Karadeniz’de son dönemde yapılan bilimsel araştırmalar, dereler ve nehirlere bırakılan atıkların sürüklenip, ulaştığı denizde önemli kirlilik kaynağı oluşturduğunu ortaya koydu. “Karadeniz için korkulan oldu.” yorumunu yapan uzmanlar, son 10 yılda mikroplastik kirliliğinin zirve yaptığına dikkat çekti.
Karadeniz’de son dönemde sürdürülen bilimsel araştırmalar, kirliliğin yanı sıra beslenme düzenini olumsuz etkilediği birçok balık türünü tehdit eden mikroplastik kirliliğinin ciddi boyutlara ulaştığını gösterdi.
Yürütülen çalışmalarda derelerin yanında, nehirler ve çevrelerine bırakılan evsel, plastik ve metal gibi atıkların, sürüklenip, ulaştığı Karadeniz’de önemli kirlilik kaynağı oluşturduğu ortaya kondu.

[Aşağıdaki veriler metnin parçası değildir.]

import {
  type Axis,
  byPedal,
  bySpeed,
  filled,
  fixedAxis,
  type Item,
  ownAxis,
  ramp,
} from "@/db/seed/control-unit/item";

const fn = "Torque";
const pedal = ownAxis("pedal_position", "Share_percent", "UBYTE", [0, 8, 20, 45, 75, 100], [0, 100]);
const oil = ownAxis("oil_temperature", "Temperature_C", "UBYTE", [-10, 20, 60, 100], [-40, 160]);
const coarseSpeed = ownAxis("engine_speed", "Speed_rpm", "UWORD", [800, 2000, 4000, 6500], [0, 8000]);
const gear = fixedAxis("gear", "Number", "FIX_AXIS_PAR_DIST 1 1 6", [1, 2, 3, 4, 5, 6], [1, 6]);
/** Places 0 to 5 of the pedal's own shape: where Torque.Pedal_shape gives a whole number. */
const shaped: Axis = {
  ...{ kind: "curve", name: "Torque.Pedal_shape", quantity: "pedal_position", scale: "Share_percent" },
  ...{ limits: [0, 100], points: [0, 8, 20, 45, 75, 100] },
};

export const TORQUE: readonly Item[] = [
  {
    ...{
      name: "Torque.Pedal_shape",
      text: "Place in the driver's curve by pedal",
      fn,
      scale: "Number",
      type: "UBYTE",
    },
    ...{ limits: [0, 5], axes: [pedal], values: [0, 1, 2, 3, 4, 5] },
  },
  {
    ...{
      name: "Torque.Driver_curve",
      text: "Share of the torque that the driver asks for",
      fn,
      scale: "Share_percent",
    },
    ...{ type: "UBYTE", limits: [0, 100], axes: [shaped], values: [0, 6, 16, 48, 82, 100] },
  },
  {
    ...{
      name: "Torque.Driver_map",
      text: "Torque asked for by pedal and speed",
      fn,
      scale: "Torque_Nm",
      type: "SWORD",
    },
    ...{ limits: [-80, 420], axes: [byPedal, bySpeed] },
    values: filled(
      [byPedal, bySpeed],
      (percent, rpm) =>
        -25 * ramp(rpm, 800, 6600) + 400 * ramp(percent, 0, 100) * (1 - 0.3 * ramp(rpm, 4500, 6600)),
      1,
    ),
  },
  {
    ...{ name: "Torque.Gear_limit", text: "Most torque in each gear", fn, scale: "Torque_Nm", type: "SWORD" },
    ...{ limits: [0, 450], axes: [gear], values: [290, 360, 400, 400, 400, 380] },
  },
  {
    ...{
      name: "Torque.Friction",
      text: "Torque lost inside of the engine",
      fn,
      scale: "Torque_Nm",
      type: "SWORD",
    },
    ...{ limits: [0, 90], axes: [coarseSpeed, oil] },
    values: filled(
      [coarseSpeed, oil],
      (rpm, celsius) => 12 + 0.0028 * rpm + 22 * (1 - ramp(celsius, -10, 100)),
      1,
    ),
  },
  {
    ...{ name: "Torque.Inertia", text: "Moment of inertia of the engine", fn, scale: "Inertia_kgm2" },
    ...{ type: "FLOAT32_IEEE", limits: [0, 1], values: [0.171875] },
  },
  {
    ...{
      name: "Torque.Most",
      text: "Most torque that the gearbox takes",
      fn,
      scale: "Torque_Nm",
      type: "SWORD",
    },
    ...{ limits: [0, 450], values: [400], readOnly: true },
  },
  {
    ...{
      name: "Torque.Warn_from",
      text: "Torque from which the driver is warned",
      fn,
      scale: "Torque_Nm",
      type: "SWORD",
    },
    ...{ limits: [0, 450], values: [380] },
    derived: { kind: "dependent", formula: "X1-20", inputs: ["Torque.Most"] },
  },
];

Bazı nehirlerin önemli kirlilik kaynağı oluşturduğunu tespit eden bilim insanları, Akdeniz ve Karadeniz’deki incelemelerini karşılaştırdı. Karşılaştırmalarda, Karadeniz’deki mikroplastik miktarının Akdeniz’e göre daha fazla ve olumsuz etkilerinin yüksek olduğu belirlendi.
Karadeniz ve Akdeniz’de bilimsel araştırmalarını sürdüren Karadeniz Teknik Üniversitesi (KTÜ) Deniz Bilimleri Fakültesi Öğretim Üyesi Doç. Dr. Rafet Çağrı Öztürk, mikroplastik kirliliğinin Doğu Karadeniz’de beklenenden daha çok olduğunu söyledi. “Karadeniz'de ve Akdeniz'de deniz suyundaki mikroplastikleri karşılaştırdık. Karadeniz'de mikroplastik kirliliğinin çok daha fazla olduğunu bulduk. Bu bizi üzen bir durum oldu.” diyen Öztürk, şöyle devam etti: “Bunun çözümüne yönelik çalışmaların yapılması artık elzem boyutlara geldi. Karadeniz için korkulan oldu; mikroplastik miktarı her geçen gün de daha fazla artıyor. Son 10 yıla baktık. Yıllara göre mikroplastik parçacık sayısında ciddi bir artış oluyor.”
Nehirlerin mikroplastik kirliliğinde önemli etken olduğunu belirten Öztürk, “Mikroplastiklerin, Batı Karadeniz’e göre Doğu Karadeniz’de daha az olacağını tahmin ediyorduk. Tam aksine Doğu Karadeniz’de mikroplastik kirliliğinin çok ciddi boyutlarda olduğunu fark ettik, bu bizi şaşırttı.” dedi. “Nehirlerden gerçekten çok ciddi bir girdi mi var?” sorusuna yanıt aradıklarını anlatan Öztürk, “Baktık ki gerçekten nehirlerde mikroplastiğe rastlamadığımız örnek yok. En küçüğünden en büyüğüne kadar hepsinde var. Sakarya Nehri’nden Çoruh Nehri’ne kadar 20’den fazla nehirde çalışma yaptık. Üzücü boyutlara ulaşmış. Her yerde mikroplastik kirliliği var artık.” ifadelerini kullandı.